Stories are told over and over, but it's when they're told in new ways that we start to pay attention.


----------



## JRTomlin (Jan 18, 2011)

Daniel Arenson said:


> I'd love to see an alternate LOTR from Sauron's POV.


Try the Sundering then.


----------



## Keith Blenman (May 31, 2009)

I'd somehow work in more Tom Bombadil. Not too much. He could be hanging with the elves or the ents. He could show up in Mordor and go unnoticed by the orcs. Ooh! Maybe a scene of him riding the eye of Sauron like a bull!


----------



## R. M. Reed (Nov 11, 2009)

Does anyone remember "Bored of the Rings"? It was a National Lampoon parody. I don't know if it's still available.


----------



## DYB (Aug 8, 2009)

R. Reed said:


> Does anyone remember "Bored of the Rings"? It was a National Lampoon parody. I don't know if it's still available.


Wagner got his too with the musical "Das Barbecu." (The title is inspired by the first opera in the tetralogy, "Das Rheingold.")


----------



## dltanner99 (Sep 9, 2010)

I'm a huge Tolkien fan, but at the end of the movie, when Gandalf comes for the Hobbits astride the great eagle Gwahir, it seems they could have ridden the giant birds to Mount Doom, in the first place. But hey, I wouldn't miss the adventure for anything in the world!


----------



## R. M. Reed (Nov 11, 2009)

dltanner99 said:


> I'm a huge Tolkien fan, but at the end of the movie, when Gandalf comes for the Hobbits astride the great eagle Gwahir, it seems they could have ridden the giant birds to Mount Doom, in the first place. But hey, I wouldn't miss the adventure for anything in the world!

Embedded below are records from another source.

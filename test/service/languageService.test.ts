/**
 * The language service façade, called as an editor would call it: a note with a `|` cursor marker, LSP
 * positions in, LSP-shaped results out. The features themselves are tested in their own files; here
 * each method is checked to reach its feature with the right position and settings.
 */
import { describe, expect, it } from 'vitest';
import { createLanguageService } from '../../server/src/service/languageService';
import { DEFAULT_SETTINGS } from '../../server/src/service/settings';
import { LineIndex } from '../../server/src/service/positions';

const ls = createLanguageService();

/** The note without its `|`, and the LSP position of the marker. */
function at(src: string) {
  const offset = src.indexOf('|');
  const text = src.slice(0, offset) + src.slice(offset + 1);
  return { text, position: new LineIndex(text).positionAt(offset), doc: ls.analyse(text, 'markdown') };
}

describe('createLanguageService', () => {
  it('is one service per settings object', () => {
    expect(createLanguageService(DEFAULT_SETTINGS)).toBe(ls);
    const kcal = { ...DEFAULT_SETTINGS, energyUnit: 'kcal/mol' as const };
    expect(createLanguageService(kcal)).not.toBe(ls);
    expect(createLanguageService(kcal).settings.energyUnit).toBe('kcal/mol');
  });

  it('hover at a position', () => {
    const { doc, position } = at('# Rinse\n\nWeighed `Na|Cl` today.\n');
    // NaCl 58.44 g/mol: CIAAW 2021 abridged weights, Na 22.990 + Cl 35.45.
    expect(ls.hover(doc, position)?.markdown).toContain('58.44 g/mol');
    expect(ls.hover(doc, { line: 0, character: 1 })).toBeNull();
  });

  it('code actions for a range, in either direction', () => {
    const { doc, position } = at('Label says `Ca|NO3`.\n');
    const forward = ls.codeActions(doc, { start: position, end: position }, ['quickfix']);
    expect(forward.map((a) => a.title)).toContain('Replace with Ca(NO₃)₂');
    const backward = ls.codeActions(doc, { start: { line: 0, character: 18 }, end: { line: 0, character: 12 } }, ['quickfix']);
    expect(backward.map((a) => a.title)).toContain('Replace with Ca(NO₃)₂');
  });

  it('analyse with the previous version re-reads only around the edit, and equals a fresh analysis', () => {
    const v1 = 'Weighed `NaCl`.\n\nThen `KBr`.\n';
    const doc1 = ls.analyse(v1, 'markdown');
    const v2 = v1.replace('KBr', 'KI');
    const doc2 = ls.analyse(v2, 'markdown', { doc: doc1 });
    expect(doc2.blocks[0].rel).toBe(doc1.blocks[0].rel);
    expect(ls.diagnostics(doc2)).toEqual(ls.diagnostics(ls.analyse(v2, 'markdown')));
  });

  it('tables, symbols, lenses, cards and batches', () => {
    const { doc, position } = at('# Bench\n\n```batch\nname: Rinse A\nvolume: 1 L\nNa|Cl 1 g\n```\n');
    expect(ls.documentSymbols(doc).map((s) => s.name)).toEqual(['Bench']);
    // Three lenses on the batch: its totals, inserting its table, copying it as a weighing list.
    expect(ls.codeLenses(doc).map((l) => [l.title.replace(/^1 ingredient · .*/, 'totals'), l.action])).toEqual([
      ['totals', 'none'],
      ['Insert table', 'insertTable'],
      ['Copy as weighing list', 'copyWeighingList'],
    ]);
    expect(ls.weighingListAt(doc, { line: 2, character: 0 })).toMatch(/^Rinse A, final volume 1 L\n/);
    expect(ls.batchesJson(doc)[0]).toMatchObject({ name: 'Rinse A', volumeL: 1 });
    expect(ls.tables(doc)).toContain('Rinse A');
    expect(ls.cardMarkdownAt(doc, position)).toContain('58.44');
    const edit = ls.tableEdit(doc, { at: position });
    expect('edit' in edit && edit.edit.newText).toContain('Rinse A');
    expect(ls.cardJson('CuSO4·5H2O').molarMass).toBeCloseTo(249.68, 1); // CRC: copper(II) sulfate pentahydrate 249.68 g/mol
  });
});
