describe('completion', () => {
  const batch = (line: string) => '# Bench\n\nWe weighed `KNO3` twice: `KNO3`.\n\n```batch\nvolume: 1 L\n' + line + '\n```\n';

  it('offers the header keys not yet given that the batch reader reads, then substances, at the start of a batch line', () => {
    const l = labels(batch('|'))!;
    const keys = headerKeys().map((h) => `${h.key}:`);
    expect(keys.slice(0, 3)).toEqual(['name:', 'volume:', 'total:']);
    expect(l.slice(0, keys.length - 1)).toEqual(keys.filter((k) => k !== 'volume:'));
    // The note's own substance comes before the tool's tables.
    expect(l[keys.length - 1]).toBe('KNO3');
    expect(l).toContain('NaCl');
  });

  it('offers pH: and temperature: exactly when the batch reader takes them as headers', () => {
    for (const key of ['pH', 'temperature']) {
      // A header line is never an ingredient, whatever its value.
      const header =
        analyseBatch([{ text: `${key}: 7`, start: 0 }]).ingredients.length === 0 &&
        analyseBatch([{ text: `${key}: 7`, start: 0 }]).skipped.every((s) => s.kind === 'header');
      expect(labels(batch('|'))!.includes(`${key}:`), key).toBe(header);
    }
  });

  it('ranks the workspace notes’ substances by use and gives the molar mass as detail', () => {
    const other = ls.analyse('`NaHCO3` `NaHCO3` `NaHCO3` and `NaCl`\n', 'markdown');
    const { doc, position } = at(batch('Na|'));
    const list = ls.completion(doc, position, ls.noteSummary(other, 'file:///other.md').vocabulary)!;
    const formulas = list.items.filter((i) => i.kind === 12).map((i) => i.label);
    // Written three times, then once, then the tool's tables.
    expect(formulas.slice(0, 2)).toEqual(['NaHCO3', 'NaCl']);
    const nacl = list.items.find((i) => i.label === 'NaCl')!;
    // CIAAW 2021: Na 22.990 + Cl 35.45 = 58.44 g/mol.
    expect(nacl.detail).toBe('58.44 g/mol');
    // The text edit replaces the typed prefix `Na` (line 6, characters 0–2).
    expect(nacl.textEdit).toEqual({ range: { start: { line: 6, character: 0 }, end: { line: 6, character: 2 } }, newText: 'NaCl ' });
  });

  it('finds a substance by its name, inserting its formula', () => {
    const { doc, position } = at(batch('potassium ni|'));
    const items = ls.completion(doc, position)!.items;
    const kno3 = items.find((i) => i.label === 'potassium nitrate')!;
    // CIAAW 2021: K 39.098 + N 14.007 + 3 × O 15.999 = 101.10 g/mol.
    expect(kno3.detail).toBe('KNO₃ · 101.10 g/mol');
    expect(kno3.textEdit.newText).toBe('KNO3 ');
    expect(kno3.textEdit.range.start.character).toBe(0);
    expect(items.every((i) => i.label.startsWith('potassium ni'))).toBe(true);
  });

  it('offers the units an ingredient line accepts after its amount, and those of volume: and total:', () => {
    // The batch units of an ingredient line, then the bench's (chem/reagents: g/L, %w/v, N, mL …).
    const ingredient = [
      ...BATCH_UNITS.filter((u) => (u.places as readonly string[]).includes('ingredient')).map((u) => u.unit),
      ...REAGENT_UNITS.map((u) => u.unit),
    ];
    expect(new Set(labels(batch('NaCl 5 |')))).toEqual(new Set(ingredient));
    expect(labels(batch('NaCl 5 m|'))).toEqual(expect.arrayContaining(['mg', 'mol', 'mmol', 'mM']));
    expect(labels(batch('NaCl 5 m|'))).toEqual(expect.arrayContaining(['mg/L', 'mL', 'mN', 'mol/kg']));
    expect(labels(batch('NaCl 5 m|'))).not.toContain('g');
    // Written together with the number.
    const { doc, position } = at(batch('NaCl 5m|'));
    const mg = ls.completion(doc, position)!.items.find((i) => i.label === 'mg')!;
    expect(mg.textEdit.range).toEqual({ start: { line: 6, character: 6 }, end: { line: 6, character: 7 } });
    expect(labels('```batch\nvolume: 500 |\n```\n')).toEqual(['L', 'mL', 'µL']);
    expect(labels('```batch\ntotal: 250 |\n```\n')).toEqual(['g', 'kg', 'mg']);
  });

  it('offers the trade names the batch reader reads, inserted as written', () => {
    const { doc, position } = at(batch('bor|'));
    const items = ls.completion(doc, position)!.items;
    const borax = items.find((i) => i.label === 'borax')!;
    expect(borax.textEdit.newText).toBe('borax ');
    // Na2B4O7·10H2O: the decahydrate, as the reader takes borax (the shelf-name table).
    expect(borax.detail).toMatch(/Na₂B₄O₇·10H₂O/);
    expect(labels(batch('caustic s|'))).toContain('caustic soda');
  });

  it('offers the other batches of the note after `from batch "`', () => {
    const text =
      '```batch\nname: Nickel stock\nvolume: 1 L\nNiSO4 1.5 M\n```\n\n```batch\nname: Nickel strike\nvolume: 2 L\nNiSO4 0.1 M from batch "Ni|\n```\n';
    const { doc, position } = at(text);
    const items = ls.completion(doc, position)!.items;
    expect(items.map((i) => i.label)).toEqual(['Nickel stock']);
    expect(items[0].textEdit.newText).toBe('"Nickel stock"');
  });

  it('offers pH after `to `', () => {
    expect(labels(batch('NaOH to |'))).toEqual(['pH']);
    expect(labels(batch('NaOH to p|'))).toEqual(['pH']);
  });

  it('offers nothing outside batch blocks, in a comment or after a unit', () => {
    expect(labels('We weighed `Na|Cl`.\n')).toBeNull();
    expect(labels(batch('NaCl 5 g # fr|'))).toBeNull();
    expect(labels(batch('NaCl 5 g |'))).toBeNull();
    expect(labels('```python\nNa|\n```\n')).toBeNull();
  });

  it('works in .fnote batch blocks', () => {
    const { doc, position } = at('batch Strike\nvolume: 2 L\nNiSO4 0.1 |\nend\n', 'fnote');
    expect(ls.completion(doc, position)!.items.map((i) => i.label)).toContain('M');
  });
});

describe('completion on any batch line (property)', () => {
  it('never throws, and every edit ends at the cursor on its line and starts where the typed word does', () => {
    let answered = 0;
    const piece = fc.constantFrom(
      'NaCl',
      'Na',
      ' ',
      '  ',
      '5',
      '0.1',
      'g',
      'M',
      'mM',
      'to',
      'pH',
      'volume:',
      'total:',
      'name:',
      '#',
      '@',
      '99%',
      'sodium',
      'ch',
      '(II)',
      '·',
      'é',
      '🧪',
      '\t',
    );
    fc.assert(
      fc.property(fc.array(piece, { maxLength: 8 }), fc.nat(), (parts, cut) => {
        const line = parts.join('');
        const at = line.length === 0 ? 0 : cut % (line.length + 1);
        const text = '```batch\nvolume: 1 L\n' + line + '\n```\n';
        const doc = ls.analyse(text, 'markdown');
        const list = ls.completion(doc, { line: 2, character: at });
        if (list?.items.length) answered++;
        for (const item of list?.items ?? []) {
          const r = item.textEdit.range;
          expect(r.end).toEqual({ line: 2, character: at });
          expect(r.start.line).toBe(2);
          expect(r.start.character).toBeLessThanOrEqual(at);
          // What the edit replaces is what was typed of the item (case aside): a prefix of a word of it.
          const typed = line.slice(r.start.character, at).toLowerCase();
          expect(
            item.filterText
              .toLowerCase()
              .split(' ')
              .some((w, k, all) => all.slice(k).join(' ').startsWith(typed) || w.startsWith(typed)),
          ).toBe(true);
          expect(item.textEdit.newText.length).toBeGreaterThan(0);
        }
      }),
      { numRuns: 500 },
    );
    // Not vacuous: many of the lines got items.
    expect(answered).toBeGreaterThan(100);
  });
});

describe('the inlay hints setting', () => {
  it('is on unless ionwright.inlayHints.enabled is false', () => {
    expect(readSettings(undefined).inlayHints).toBe(true);
    expect(readSettings({ inlayHints: { enabled: false } }).inlayHints).toBe(false);
    expect(readSettings({ inlayHints: { enabled: 'no' } }).inlayHints).toBe(true);
  });
});

describe('inlay hints', () => {
  const text = '```batch\nname: Rinse A\nvolume: 500 mL\nNaCl 0.1 M\nKCl 2 g\nKNO3 10 mmol @ 99.5%  # fresh\n```\n';
  const doc = ls.analyse(text, 'markdown');
  const whole = { start: { line: 0, character: 0 }, end: { line: 99, character: 0 } };

  it('show the mass to weigh beside each target line, at the end of its content', () => {
    const hints = ls.inlayHints(doc, whole);
    // 0.1 mol/L × 0.5 L × 58.44 g/mol = 2.922 g; 0.010 mol × 101.10 g/mol / 0.995 = 1.016 g (CIAAW 2021).
    expect(hints.slice(1).map((h) => [h.position, h.label])).toEqual([
      [{ line: 3, character: 10 }, '⇒ 2.922 g'],
      [{ line: 5, character: 20 }, '⇒ 1.016 g'],
    ]);
    expect(hints[2].tooltip.value).toContain('divided by the assay, 99.5 %');
  });

  it('show the batch pH after the opening line: neutral salts in water are at about pH 7 (common practice)', () => {
    const [ph] = ls.inlayHints(doc, whole);
    expect(ph.position).toEqual({ line: 0, character: 8 });
    expect(Number(ph.label.replace('pH ≈ ', ''))).toBeCloseTo(7, 0);
    expect(ph.tooltip.value).toMatch(/estimate/);
  });

  it('show the volume to pour beside a liquid target and the stock volume beside a dilution', () => {
    const d = ls.analyse('```batch\nvolume: 500 mL\nHCl 0.5 M @ 37%\nNiSO4 0.1 M from 1.5 M\nH2SO4 10 mL @ 96%\n```\n', 'markdown');
    const labels = ls.inlayHints(d, whole).map((h) => h.label);
    // 0.25 mol HCl ÷ about 12 M (37 %, CRC from memory) ≈ 20.8 mL; 0.1 M × 500 mL ÷ 1.5 M = 33.33 mL.
    expect(labels).toContain('⇒ 20.81 mL');
    expect(labels).toContain('⇒ 33.33 mL');
    // A line that is itself a volume gets no volume hint, and nothing poured gets a mass to weigh.
    expect(labels.filter((l) => l.startsWith('⇒'))).toHaveLength(2);
  });

  it('leave out what lies outside the range asked for', () => {
    expect(ls.inlayHints(doc, { start: { line: 4, character: 0 }, end: { line: 5, character: 30 } }).map((h) => h.label)).toEqual(['⇒ 1.016 g']);
    expect(ls.inlayHints(doc, { start: { line: 0, character: 0 }, end: { line: 0, character: 30 } }).map((h) => h.label)).toHaveLength(1);
  });

  it('show nothing where nothing was computed (a concentration without a volume)', () => {
    const d = ls.analyse('```batch\nNaCl 0.1 M\n```\n', 'markdown');
    expect(ls.inlayHints(d, whole)).toEqual([]);
  });
});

I assume Sauron would have seen that, and had the Nazgul attack the eagle on their flying mounts, the name of which I forget. Two Hobbits on the ground were a lot harder to see.


----------



## M.S. Verish (Feb 26, 2010)

> I'd love to see an alternate LOTR from Sauron's POV.


That might be interesting, but I think it would have to take place before Sauron became a lighthouse.


----------



## R. M. Reed (Nov 11, 2009)

I do have a question: Sauron's ring of power, with which he intends to controls all the races of Middle Earth, makes the wearer invisible. But why? Sauron doesn't seem like the kind of guy who wants to be invisible. In the first movie, he wears the ring and is not invisible. I have always wondered about this.


----------



## M.S. Verish (Feb 26, 2010)

> I do have a question: Sauron's ring of power, with which he intends to controls all the races of Middle Earth, makes the wearer invisible. But why? Sauron doesn't seem like the kind of guy who wants to be invisible. In the first movie, he wears the ring and is not invisible. I have always wondered about this.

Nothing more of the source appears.